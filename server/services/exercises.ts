/**
 * Calibration exercises: a lead's practice cases with reference classes, answered blind by the
 * classifiers assigned, scored on close (server/analysis/exercise-scores.ts), with e-mail on
 * open, before the close and on close. Rules in docs/decisions/0010-calibration-exercises.md.
 *
 * Blindness: before the close, nothing here hands a classifier a reference class or anyone's
 * answers but their own (`exerciseDetail` builds the classifier's view without them).
 */
import { caseSpreads, othersMedian, panelBeforeAfter, raterScores, type ScoredAnswer } from '../analysis';
import type { FederationAccess } from '../auth/access';
import type { AppContext } from '../context';
import type { Transaction } from 'kysely';
import type { Database, ExerciseStatus } from '../db/database';
import { HttpError, notFound } from '../http/errors';
import { formatClass } from '../../shared/scale';
import {
  SKILLS,
  type AnswerView,
  type AssignmentView,
  type ClassifierScore,
  type ExerciseCaseView,
  type ExerciseDetail,
  type ExerciseList,
  type ExerciseProposal,
  type ExerciseResults,
  type ExerciseSource,
  type ExerciseSummary,
  type PanelWindow,
  type Skill,
} from '../../shared/schemas/exercises';
import { federationData } from './analytics-data';
import { audit } from './audit';
import { flagsOf, updateFlag } from './calibration-flags';

type Federation = FederationAccess['federation'];

export interface ParsedExerciseInput {
  title: string;
  opensOn: string;
  closesOn: string;
  cases: { description: string; videoUrl: string | null; skills: Skill[]; referenceClass: number }[];
  classifierCodes: string[];
  source?: ExerciseSource | null;
}

export interface ParsedAnswer {
  sportClass: number;
  skills: Skill[];
  reason: string | null;
}

/** Live-panel ratings on each side of an exercise that the before/after figures use. */
export const BEFORE_AFTER_WINDOW = 40;
/** Below this many classifiers assigned, a classifier is not shown the group's spread after the close. */
export const MIN_GROUP_FOR_SPREAD = 3;
const DAY_MS = 86_400_000;
const REMINDER_LEAD_MS = 2 * DAY_MS;

/** The instant an exercise closes: the end of its close date (UTC). */
export function closeInstant(closesOn: string): Date {
  return new Date(Date.parse(`${closesOn}T00:00:00.000Z`) + DAY_MS);
}

// ---------------------------------------------------------------------------------------------
// Reading

interface ExerciseRow {
  id: number;
  federation_id: number;
  title: string;
  status: ExerciseStatus;
  opens_on: string;
  closes_on: string;
  source_kind: 'flag' | 'boundary' | null;
  source_ref: string | null;
  opened_at: string | null;
  closed_at: string | null;
}

async function exerciseRow(ctx: AppContext, federationId: number, id: number): Promise<ExerciseRow> {
  const row = await ctx.db
    .selectFrom('exercises')
    .select(['id', 'federation_id', 'title', 'status', 'opens_on', 'closes_on', 'source_kind', 'source_ref', 'opened_at', 'closed_at'])
    .where('id', '=', id)
    .where('federation_id', '=', federationId)
    .executeTakeFirst();
  if (!row) throw notFound('The exercise');
  return row;
}

/** Per exercise: cases, assigned, finished. */
async function counts(ctx: AppContext, ids: number[]) {
  const out = new Map<number, { cases: number; assigned: number; finished: number }>();
  if (ids.length === 0) return out;
  for (const id of ids) out.set(id, { cases: 0, assigned: 0, finished: 0 });
  const cases = await ctx.db
    .selectFrom('exercise_cases')
    .select(['exercise_id', (eb) => eb.fn.countAll<number>().as('n')])
    .where('exercise_id', 'in', ids)
    .groupBy('exercise_id')
    .execute();
  for (const c of cases) out.get(c.exercise_id)!.cases = Number(c.n);
  const assigned = await ctx.db
    .selectFrom('exercise_assignments')
    .select(['exercise_id', 'finished_at'])
    .where('exercise_id', 'in', ids)
    .execute();
  for (const a of assigned) {
    const o = out.get(a.exercise_id)!;
    o.assigned++;
    if (a.finished_at) o.finished++;
  }
  return out;
}

async function answeredBy(ctx: AppContext, exerciseId: number, classifierId: number): Promise<number> {
  const row = await ctx.db
    .selectFrom('exercise_answers as a')
    .innerJoin('exercise_cases as c', 'c.id', 'a.case_id')
    .select((eb) => eb.fn.countAll<number>().as('n'))
    .where('c.exercise_id', '=', exerciseId)
    .where('a.classifier_id', '=', classifierId)
    .executeTakeFirstOrThrow();
  return Number(row.n);
}
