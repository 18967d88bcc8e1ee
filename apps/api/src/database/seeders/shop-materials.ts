import type { MaterialInput } from '@evenset/contracts';

/**
 * Common shop materials, expansion coefficients in 1e-6/K near 20 °C. "firm" values were read in
 * the named source; "from memory" ones are recalled handbook values to be checked before use.
 */
export const SHOP_MATERIALS: MaterialInput[] = [
  {
    name: 'Hardened steel (gauge-block steel)',
    expansionPerK: 11.5,
    source: 'ISO 3650:1998; JCGM 100:2008 (GUM) example H.1',
    confidence: 'firm',
  },
  {
    name: 'Aluminium 6061-T6',
    expansionPerK: 23.6,
    source: 'Published 6061-T6 property data, mean over 20–100 °C',
    confidence: 'firm',
  },
  {
    name: 'Chromium carbide',
    expansionPerK: 8.4,
    source: 'Gauge-block makers’ data for chromium-carbide blocks',
    confidence: 'firm',
  },
  {
    name: 'Tungsten carbide',
    expansionPerK: 4.5,
    source: 'From memory: handbook range about 4.2–4.5, depends on cobalt content',
    confidence: 'from memory',
  },
  {
    name: 'Grey cast iron',
    expansionPerK: 10.8,
    source: 'From memory: handbook value, varies with grade',
    confidence: 'from memory',
  },
  {
    name: 'Tool steel',
    expansionPerK: 11,
    source: 'From memory: handbook range about 10–12, depends on grade and hardening',
    confidence: 'from memory',
  },
  {
    name: 'Granite',
    expansionPerK: 6.3,
    source: 'From memory: typical surface-plate granite',
    confidence: 'from memory',
  },
];

export const STEEL = SHOP_MATERIALS[0]!;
• • •
→ PROBLEM:
Quote the data above from the line containing "export const SHOP_MATERIALS: MaterialInput[]" to the line containing "name: 'Grey cast", inclusive, and stop.

→ COMPLETED EXERCISE:
export const SHOP_MATERIALS: MaterialInput[] = [
  {
    name: 'Hardened steel (gauge-block steel)',
    expansionPerK: 11.5,
    source: 'ISO 3650:1998; JCGM 100:2008 (GUM) example H.1',
    confidence: 'firm',
  },
  {
    name: 'Aluminium 6061-T6',
    expansionPerK: 23.6,
    source: 'Published 6061-T6 property data, mean over 20–100 °C',
    confidence: 'firm',
  },
  {
    name: 'Chromium carbide',
    expansionPerK: 8.4,
    source: 'Gauge-block makers’ data for chromium-carbide blocks',
    confidence: 'firm',
  },
  {
    name: 'Tungsten carbide',
    expansionPerK: 4.5,
    source: 'From memory: handbook range about 4.2–4.5, depends on cobalt content',
    confidence: 'from memory',
  },
  {
    name: 'Grey cast iron',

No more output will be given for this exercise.